FACTORS CONTROLLING SPONTANEOUS HUMAN CHORIONIC-GONADOTROPIN IN SUPERFUSED 1ST TRIMESTER PLACENTAL EXPLANTS

We have recently reported that secretion of human chorionic gonadotrophin (HCG) by placental explants in superfusion is pulsatile. In this study, the factors involved in regulation of spontaneous pulsatility were examined. In superfusion, observed secretion of HCG by isolated cells was continuous, without spontaneous episodic hormonal secretion. However, this was not due to diminished viability of the cells since these cells continued to secrete sex steroids. In addition, the stimulatory response of HCG to a highly effective dose of 10(-9) M gonadotrophin releasing hormone (GnRH) analogue was also maintained.

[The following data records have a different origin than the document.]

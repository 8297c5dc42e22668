#include "loqsmith/ledger/verify.hpp"

#include <algorithm>
#include <chrono>
#include <optional>
#include <set>
#include <system_error>
#include <thread>

#include "loqsmith/base/files.hpp"
#include "loqsmith/ledger/chain.hpp"
#include "loqsmith/ledger/input_check.hpp"
#include "loqsmith/ledger/manifest.hpp"
#include "loqsmith/ledger/out_layout.hpp"
#include "loqsmith/ledger/run_history.hpp"
#include "loqsmith/ledger/signatures.hpp"
#include "loqsmith/ledger/signers.hpp"
#include "loqsmith/ledger/system_failures.hpp"

namespace loqsmith {
namespace {

namespace fs = std::filesystem;

using SteadyClock = std::chrono::steady_clock;

// Looks again until it is settled or the time is up: a writer at work needs
// some milliseconds between a line and its head, or a line and its folder.
template <class Look>
void look_until(SteadyClock::time_point deadline, Look is_settled) {
  while (!is_settled() && SteadyClock::now() < deadline) {
    std::this_thread::sleep_for(std::chrono::milliseconds(25));
  }
}

// Everything below OUT that is no folder; .work is left out, as files come and
// go there while a run is at work.
std::vector<std::string> files_of(const fs::path& out) {
  std::vector<std::string> files;
  for (const auto& entry : fs::directory_iterator(out)) {
    const std::string name = entry.path().filename().string();
    if (name == OutLayout::kWork) continue;
    if (!fs::is_directory(entry.symlink_status())) {
      files.push_back(name);
      continue;
    }
    for (const std::string& below : files_below(entry.path())) {
      files.push_back(name + '/' + below);
    }
  }
  std::sort(files.begin(), files.end());
  return files;
}

class Verification {
 public:
  Verification(const fs::path& out, const VerifyRequest& request)
      : layout_{out},
        request_(request),
        deadline_(SteadyClock::now() + request.patience) {}

  VerifyReport take() {
    // The list comes first: a run published from here on is then in the ledger
    // that is read afterwards, and no file of it looks unknown.
    const auto files = files_of(layout_.out);
    const Chain chain = read_ledger();
    report_.lines = chain.hashes.size();
    report_.head = chain.last();
    const RunHistory history = collect_runs(chain.lines);
    add(chain.deviations);
    add(history.deviations);
    judge_register();
    judge_signatures(chain, history);
    if (request_.since) {
      const auto deviation = check_extends(chain, *request_.since);
      if (deviation) add({*deviation});
    }
    for (const RunEvents& run : history.runs) check_run(run);
    name_unknown(files);
    note_work(history);
    return std::move(report_);
  }

 private:
  Chain read_ledger();
  void judge_ends(const Chain& chain, const HeadCheck& check);
  std::optional<std::string> read(const fs::path& path,
                                  const std::string& name);
  void judge_register();
  void judge_signatures(const Chain& chain, const RunHistory& history);
  void check_run(const RunEvents& run);
  fs::path find_run(const RunEvents& run);
  void name_unknown(const std::vector<std::string>& files);
  void note_work(const RunHistory& history);

  void add(const std::vector<Deviation>& more) {
    report_.deviations.insert(report_.deviations.end(), more.begin(),
                              more.end());
  }

  OutLayout layout_;
  VerifyRequest request_;
  InputCheck inputs_;
  SignerRegister signers_;
  RegisterFile register_file_ = RegisterFile::Current;
  SteadyClock::time_point deadline_;
  VerifyReport report_;
  std::set<std::string> known_{"ledger.jsonl", "ledger.head"};
  std::set<std::string> unchecked_;  // runs whose manifest cannot be trusted
};

std::optional<std::string> Verification::read(const fs::path& path,
                                              const std::string& name) {
  try {
    if (!is_there(path)) return std::nullopt;
    return read_file(path);
  } catch (const std::system_error& error) {
    add({{name, std::string("it cannot be read: ") + error.what()}});
    return std::nullopt;
  }
}

// A ledger that is read while a line is appended may end in the middle of it,
// or its head or the register may be behind: both are read first, so that they
// are never ahead.
Chain Verification::read_ledger() {
  Chain chain;
  HeadCheck check;
  look_until(deadline_, [&] {
    report_.deviations.clear();
    const auto signers = read(layout_.signers(), OutLayout::kSigners);
    const auto head = read(layout_.head(), "ledger.head");
    const auto bytes = read(layout_.ledger(), "ledger.jsonl");
    if (!bytes && report_.deviations.empty()) {
      add({{"ledger.jsonl", "it is missing"}});
    }
    chain = read_chain(bytes.value_or(""));
    check = check_head(chain, head);
    signers_ = collect_signers(chain.lines);
    register_file_ = register_file(signers, signers_);
    return chain.torn.empty() && !check.behind &&
           register_file_ == RegisterFile::Current;
  });
  judge_ends(chain, check);
  return chain;
}

void Verification::judge_ends(const Chain& chain, const HeadCheck& check) {
  if (!chain.torn.empty()) {
    add({{"ledger.jsonl",
          "it ends in the middle of a line (" +
              std::to_string(chain.torn.size()) +
              " bytes without line feed): a writer was interrupted, or bytes "
              "were added or cut off"}});
  }
  if (check.one_behind) {
    add({{"ledger.jsonl and ledger.head",
          "the head does not name the last line, number " +
              std::to_string(chain.last().number) +
              ": a writer was interrupted, or a line was added"}});
  }
  if (check.damage) add({*check.damage});
}

void Verification::judge_register() {
  known_.insert(OutLayout::kSigners);
  add(signers_.deviations());
  if (register_file_ == RegisterFile::Current) return;
  add({{OutLayout::kSigners,
        register_file_ == RegisterFile::OneBehind
            ? "the last change that the ledger knows is missing: its writer "
              "was interrupted, the next start renews it"
            : "it is not what the lines of the ledger make it"}});
}

void Verification::judge_signatures(const Chain& chain,
                                    const RunHistory& history) {
  add(check_signatures(chain.lines, history));
  report_.signatures = collect_signatures(chain.lines).size();
  if (request_.machine_key.empty()) return;
  std::uint64_t not_signed = 0;
  add(check_machine_key(chain.lines, request_.machine_key, not_signed));
  if (not_signed == 0) return;
  report_.notes.push_back(std::to_string(not_signed) +
                          (not_signed == 1 ? " run was" : " runs were") +
                          " published before the first signed one");
}

// The folder that holds a published run: staging between the two last steps of
// its publication, empty where there is neither.
fs::path Verification::find_run(const RunEvents& run) {
  const fs::path folder = layout_.out / run.object;
  const fs::path staging = layout_.staging(run.begun);
  bool staged = false;
  look_until(deadline_, [&] {
    staged = is_there(staging);
    return is_there(folder) || !staged;
  });
  if (is_there(folder)) return folder;
  return staged ? staging : fs::path{};
}

void Verification::check_run(const RunEvents& run) {
  if (run.published == 0) return;
  ++report_.runs;
  const fs::path folder = find_run(run);
  if (folder.empty()) {
    add({{run.object, "the folder of this published run is missing"}});
    return;
  }
  if (folder != layout_.out / run.object) {
    add({{run.object,
          "it is published but not in place: its writer was interrupted, the "
          "next start moves it there"}});
  }
  const RunCheck check = check_run_folder(folder, run.object, run.manifest);
  add(check.deviations);
  known_.insert(run.object + '/' + OutLayout::kManifest);
  for (const std::string& file : check.files) {
    known_.insert(run.object + '/' + file);
  }
  if (!check.manifest_trusted) unchecked_.insert(run.object + '/');
  report_.files += check.files.size() + (check.manifest_trusted ? 1 : 0);
  // A changed record is named above; what it says of the inputs is worthless.
  if (request_.inputs && check.deviations.empty()) {
    inputs_.check_run(folder, run, report_);
  }
}

void Verification::name_unknown(const std::vector<std::string>& files) {
  for (const std::string& file : files) {
    const bool excused =
        known_.count(file) > 0 ||
        std::any_of(unchecked_.begin(), unchecked_.end(),
                    [&](const std::string& run) {
                      return file.compare(0, run.size(), run) == 0;
                    });
    if (excused) continue;
    // The names under which head and register are written before a rename.
    if (file == "ledger.head.new" || file == "signers.jsonl.new") {
      report_.notes.push_back(file +
                              ": a writer is at work or was interrupted");
      continue;
    }
    add({{file, "no manifest names this file"}});
  }
}

void Verification::note_work(const RunHistory& history) {
  std::set<std::string> explained;
  for (const RunEvents& run : history.runs) {
    explained.insert(layout_.staging(run.begun).filename().string());
    if (!run.pending()) continue;
    report_.notes.push_back(run.object + " began at " + run.begun_time +
                            " on " + run.host +
                            " and has not ended: it is at work or was "
                            "interrupted");
  }
  for (const RunEvents& run : history.runs) {
    if (run.abandoned == 0 || !is_there(layout_.staging(run.begun))) continue;
    report_.notes.push_back(run.object + " was abandoned and left OUT/.work/" +
                            layout_.staging(run.begun).filename().string());
  }
  if (!fs::is_directory(layout_.work())) return;
  for (const auto& entry : fs::directory_iterator(layout_.work())) {
    const std::string name = entry.path().filename().string();
    if (!OutLayout::staging_number(name) || explained.count(name) > 0) continue;
    report_.notes.push_back("OUT/.work/" + name + " belongs to no run");
  }
}

}  // namespace

VerifyReport verify_out(const fs::path& out, const VerifyRequest& request) {
  return halt_on_failure([&] { return Verification(out, request).take(); });
}

VerifyReport verify_out(const fs::path& out,
                        std::chrono::milliseconds patience) {
  VerifyRequest request;
  request.patience = patience;
  return verify_out(out, request);
}

}  // namespace loqsmith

Preincubation of explants with low concentrations of cycloheximide (10(-6) M) markedly reduced baseline HCG levels as well as pulse amplitude, suggesting that episodic hormone secretion is in part dependent on protein synthesis. Moreover, preincubation of explants with labelled leucine has shown that the secretion of placental proteins is also episodic in superfusion. The pattern was similar but not identical to that of HCG. Addition of 1 min pulses of CaCl2 caused a significant release of HCG by superfused explants, suggesting that HCG secretion occurs through the release of storage granules. It was concluded that for the expression of spontaneous pulsatile secretion of HCG cell to cell contact/communication is necessary. HCG secretion is likely to reflect exocytosis of storage granules. HCG pulsatility is partly dependent on protein synthesis and this intermittent type of secretion can be documented by overall protein secretion by the superfused explant.